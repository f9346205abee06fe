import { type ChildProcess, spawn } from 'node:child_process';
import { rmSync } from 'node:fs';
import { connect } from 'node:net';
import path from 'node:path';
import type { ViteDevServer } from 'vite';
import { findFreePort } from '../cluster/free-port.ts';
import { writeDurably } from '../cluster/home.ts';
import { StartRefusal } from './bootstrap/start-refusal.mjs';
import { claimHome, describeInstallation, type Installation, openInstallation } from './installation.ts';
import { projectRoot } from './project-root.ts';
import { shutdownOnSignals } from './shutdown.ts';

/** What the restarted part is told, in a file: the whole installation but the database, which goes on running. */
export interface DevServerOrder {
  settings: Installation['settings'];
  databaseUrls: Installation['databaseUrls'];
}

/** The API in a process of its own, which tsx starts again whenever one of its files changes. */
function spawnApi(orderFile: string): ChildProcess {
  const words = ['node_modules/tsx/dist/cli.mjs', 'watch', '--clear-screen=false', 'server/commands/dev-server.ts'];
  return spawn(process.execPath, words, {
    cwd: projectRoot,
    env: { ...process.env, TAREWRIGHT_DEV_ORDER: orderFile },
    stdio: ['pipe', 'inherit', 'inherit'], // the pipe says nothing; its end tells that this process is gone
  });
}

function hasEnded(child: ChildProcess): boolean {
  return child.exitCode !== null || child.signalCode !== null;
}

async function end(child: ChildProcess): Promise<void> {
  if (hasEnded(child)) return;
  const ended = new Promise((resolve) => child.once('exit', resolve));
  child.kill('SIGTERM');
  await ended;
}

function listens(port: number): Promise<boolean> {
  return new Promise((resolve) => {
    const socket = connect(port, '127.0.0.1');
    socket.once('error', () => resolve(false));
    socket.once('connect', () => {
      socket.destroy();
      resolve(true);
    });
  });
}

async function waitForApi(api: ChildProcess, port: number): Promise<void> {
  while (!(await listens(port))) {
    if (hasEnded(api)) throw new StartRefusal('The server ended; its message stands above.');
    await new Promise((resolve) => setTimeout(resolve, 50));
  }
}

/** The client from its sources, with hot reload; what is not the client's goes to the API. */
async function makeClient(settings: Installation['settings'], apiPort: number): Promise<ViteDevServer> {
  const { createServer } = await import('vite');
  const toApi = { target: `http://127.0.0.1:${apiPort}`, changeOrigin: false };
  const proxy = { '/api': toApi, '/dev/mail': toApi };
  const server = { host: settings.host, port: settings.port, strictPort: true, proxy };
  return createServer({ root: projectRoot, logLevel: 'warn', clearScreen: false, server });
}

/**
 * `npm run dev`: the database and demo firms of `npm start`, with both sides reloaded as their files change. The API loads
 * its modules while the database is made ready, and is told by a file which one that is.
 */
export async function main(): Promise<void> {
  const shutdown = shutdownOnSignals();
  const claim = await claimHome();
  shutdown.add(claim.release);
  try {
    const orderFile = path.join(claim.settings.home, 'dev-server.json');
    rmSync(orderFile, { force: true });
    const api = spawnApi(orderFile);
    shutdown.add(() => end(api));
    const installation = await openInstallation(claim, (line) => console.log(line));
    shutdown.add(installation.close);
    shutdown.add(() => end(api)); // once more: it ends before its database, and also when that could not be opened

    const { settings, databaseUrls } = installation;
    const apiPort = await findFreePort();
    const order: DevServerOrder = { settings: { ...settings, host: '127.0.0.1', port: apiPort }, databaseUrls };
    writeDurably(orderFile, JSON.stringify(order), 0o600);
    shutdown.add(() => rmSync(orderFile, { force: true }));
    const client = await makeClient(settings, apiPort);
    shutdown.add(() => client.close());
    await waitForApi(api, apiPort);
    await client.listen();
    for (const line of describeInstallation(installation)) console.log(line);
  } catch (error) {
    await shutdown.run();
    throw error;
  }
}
* * *
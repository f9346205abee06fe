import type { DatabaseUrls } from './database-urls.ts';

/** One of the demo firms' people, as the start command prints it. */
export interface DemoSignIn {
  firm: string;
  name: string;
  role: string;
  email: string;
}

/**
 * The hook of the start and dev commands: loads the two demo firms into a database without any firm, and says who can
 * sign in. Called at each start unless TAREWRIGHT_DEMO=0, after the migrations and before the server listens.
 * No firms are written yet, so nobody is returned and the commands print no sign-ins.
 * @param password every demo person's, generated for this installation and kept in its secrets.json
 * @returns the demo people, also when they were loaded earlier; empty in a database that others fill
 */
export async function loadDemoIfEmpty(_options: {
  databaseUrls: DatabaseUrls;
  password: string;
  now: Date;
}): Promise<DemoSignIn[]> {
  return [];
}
...
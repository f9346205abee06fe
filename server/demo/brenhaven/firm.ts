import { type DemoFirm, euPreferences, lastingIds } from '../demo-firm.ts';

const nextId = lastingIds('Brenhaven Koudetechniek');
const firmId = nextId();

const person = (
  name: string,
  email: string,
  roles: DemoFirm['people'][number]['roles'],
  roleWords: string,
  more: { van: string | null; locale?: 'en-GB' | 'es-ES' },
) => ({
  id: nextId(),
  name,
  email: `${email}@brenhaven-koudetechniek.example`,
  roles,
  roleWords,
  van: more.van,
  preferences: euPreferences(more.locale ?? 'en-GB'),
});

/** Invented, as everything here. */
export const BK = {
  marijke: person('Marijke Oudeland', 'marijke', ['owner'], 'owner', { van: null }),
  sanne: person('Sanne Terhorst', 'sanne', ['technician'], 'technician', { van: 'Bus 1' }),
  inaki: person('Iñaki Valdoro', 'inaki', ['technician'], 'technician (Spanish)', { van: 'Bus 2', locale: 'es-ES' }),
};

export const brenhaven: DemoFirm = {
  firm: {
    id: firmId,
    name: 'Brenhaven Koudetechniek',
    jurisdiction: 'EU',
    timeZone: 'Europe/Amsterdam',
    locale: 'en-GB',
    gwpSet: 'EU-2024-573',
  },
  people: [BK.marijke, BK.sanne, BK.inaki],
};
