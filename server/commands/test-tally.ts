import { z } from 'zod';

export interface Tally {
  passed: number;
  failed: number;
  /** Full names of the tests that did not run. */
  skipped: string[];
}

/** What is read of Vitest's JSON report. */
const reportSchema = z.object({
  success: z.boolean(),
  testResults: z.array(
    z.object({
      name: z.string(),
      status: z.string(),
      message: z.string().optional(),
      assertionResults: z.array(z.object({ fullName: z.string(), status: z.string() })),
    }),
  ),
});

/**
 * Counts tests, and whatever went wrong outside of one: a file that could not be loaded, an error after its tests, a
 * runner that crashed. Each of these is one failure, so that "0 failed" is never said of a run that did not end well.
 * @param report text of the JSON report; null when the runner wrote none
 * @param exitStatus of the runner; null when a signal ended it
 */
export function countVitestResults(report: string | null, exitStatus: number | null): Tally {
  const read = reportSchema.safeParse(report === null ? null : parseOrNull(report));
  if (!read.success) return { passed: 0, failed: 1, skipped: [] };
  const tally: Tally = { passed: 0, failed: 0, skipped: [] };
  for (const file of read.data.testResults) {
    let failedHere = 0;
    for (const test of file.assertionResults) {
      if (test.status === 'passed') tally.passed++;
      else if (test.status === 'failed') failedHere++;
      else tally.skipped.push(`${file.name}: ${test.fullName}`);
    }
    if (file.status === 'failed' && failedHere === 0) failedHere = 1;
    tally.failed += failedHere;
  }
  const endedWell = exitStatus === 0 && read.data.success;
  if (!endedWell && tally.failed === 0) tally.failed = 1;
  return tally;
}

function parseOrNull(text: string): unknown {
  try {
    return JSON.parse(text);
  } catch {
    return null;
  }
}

→ Task to carry out: Reproduce exactly the stretch of the material above that starts at the line with "export const BK" and ends at the line with "if (!read.success) return", both included, and nothing else.

→ Result of this exercise:
export const BK = {
  marijke: person('Marijke Oudeland', 'marijke', ['owner'], 'owner', { van: null }),
  sanne: person('Sanne Terhorst', 'sanne', ['technician'], 'technician', { van: 'Bus 1' }),
  inaki: person('Iñaki Valdoro', 'inaki', ['technician'], 'technician (Spanish)', { van: 'Bus 2', locale: 'es-ES' }),
};

export const brenhaven: DemoFirm = {
  firm: {
    id: firmId,
    name: 'Brenhaven Koudetechniek',
    jurisdiction: 'EU',
    timeZone: 'Europe/Amsterdam',
    locale: 'en-GB',
    gwpSet: 'EU-2024-573',
  },
  people: [BK.marijke, BK.sanne, BK.inaki],
};
filename server/commands/test-tally.ts
import { z } from 'zod';

export interface Tally {
  passed: number;
  failed: number;
  /** Full names of the tests that did not run. */
  skipped: string[];
}

/** What is read of Vitest's JSON report. */
const reportSchema = z.object({
  success: z.boolean(),
  testResults: z.array(
    z.object({
      name: z.string(),
      status: z.string(),
      message: z.string().optional(),
      assertionResults: z.array(z.object({ fullName: z.string(), status: z.string() })),
    }),
  ),
});

/**
 * Counts tests, and whatever went wrong outside of one: a file that could not be loaded, an error after its tests, a
 * runner that crashed. Each of these is one failure, so that "0 failed" is never said of a run that did not end well.
 * @param report text of the JSON report; null when the runner wrote none
 * @param exitStatus of the runner; null when a signal ended it
 */
export function countVitestResults(report: string | null, exitStatus: number | null): Tally {
  const read = reportSchema.safeParse(report === null ? null : parseOrNull(report));
  if (!read.success) return { passed: 0, failed: 1, skipped: [] };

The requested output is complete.